I believe many of the wild west towns did not allow firearms to be carried in town. It was common sense that if you carried in a populated area, you were looking for trouble. We currently allow a minority opinion to overrule the common sense of a significant majority. We find the minority preventing progress in numerous other areas. The list includes healthcare, Social Security, vaccinations and separation of church and state. One has to wonder if the majority will be required to resort to the methods of the minority in order to achieve progress.

Janis @ RetirementallyChallenged said...

I don't understand our country's obsession with guns... never have, never will. I am happy to live in a state with stricter regulations. Even though many police officers tend to be on the conservative side, I wonder how they feel about doing their job knowing that many citizens have concealed weapons on them.

Rita said...

It's upsetting and distressing that we have so many guns in America and the gun laws are so lax. This week, my former husband's niece was shot dead in her sleep by her son who had mental health issues. He then shot himself.

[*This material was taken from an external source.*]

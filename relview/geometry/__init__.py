"""Geometry and tracing: rest-frame meshes, hierarchies, camera projections, the
retarded-time ray caster and light-cone snapshots of bodies in non-uniform motion."""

In the United States, suicides outnumber homicides almost two to one. Perhaps the real tragedy behind suicide deaths—about 30,000 a year, one for every 45 attempts—is that so many could be prevented. Research shows that whether attempters live or die depends in large part on the ready availability of highly lethal means, especially firearms.

Laurie Stone said...

Teenagers permitted to carry guns into bars. What could go wrong? The whole thing is insane.

Diane Stringam Tolley said...

I find this chilling. Here in Canada, the gun laws are a bit more constricting. Applications and wait periods. Sadly all the stories of gun violence make me hesitant to visit my beloved sister country to the south--even though half of my family lives there!

Rebecca Olkowski said...

I'll stay in reasonable California, thank you. Glad to hear it has the strictest gun laws. We definitely have a problem with illegal guns here because of our population but at least no one is toting one openly on the street.

Kay said...

The NRA has such a horrible hold on our government that it feels like nothing can be done to get rid of most guns. Hawaii is supposed to have better gun laws and yet our gun crimes are rising here as well. It's very discouraging.

Jack said...

Tom, before we pass any more laws on guns lets make the FBI and Police responsible to enforce the laws we currently have. Many mass shootings could have been prevented had the warns on concerned citizens been followed. The Orlando Club shooter was reported by his father to the FBI. Students warned the school and police that Nicholas Cruz was dangerous and the Parkland school administration and police did nothing. Everyone in Law Enforcement who does nothing when they are pre-warned of a possible incident by a violent person with guns needs to be fired and lose their pension. It is not the NRA's job to take guns away from Nut Jobs existing laws allow police to confiscate guns from people who should not buy or own them.

Kevin In Virginia said...

Tom, Rita's comment resonates. It might be useful to illustrate the number of gun deaths associated with suicides. My expectation is that the correlation is very high. Thanks for presenting this critical issue.

Jennifer (UnfoldAndBegin) said...

Surprised that Florida is not on that list but knowing this Governor, it's just a matter of time.

Barbara said...

Permitless gun carrying is about the stupidist thing I have ever heard of. Yes, I live in Texas and I am ashamed to be surrounded by such thinking.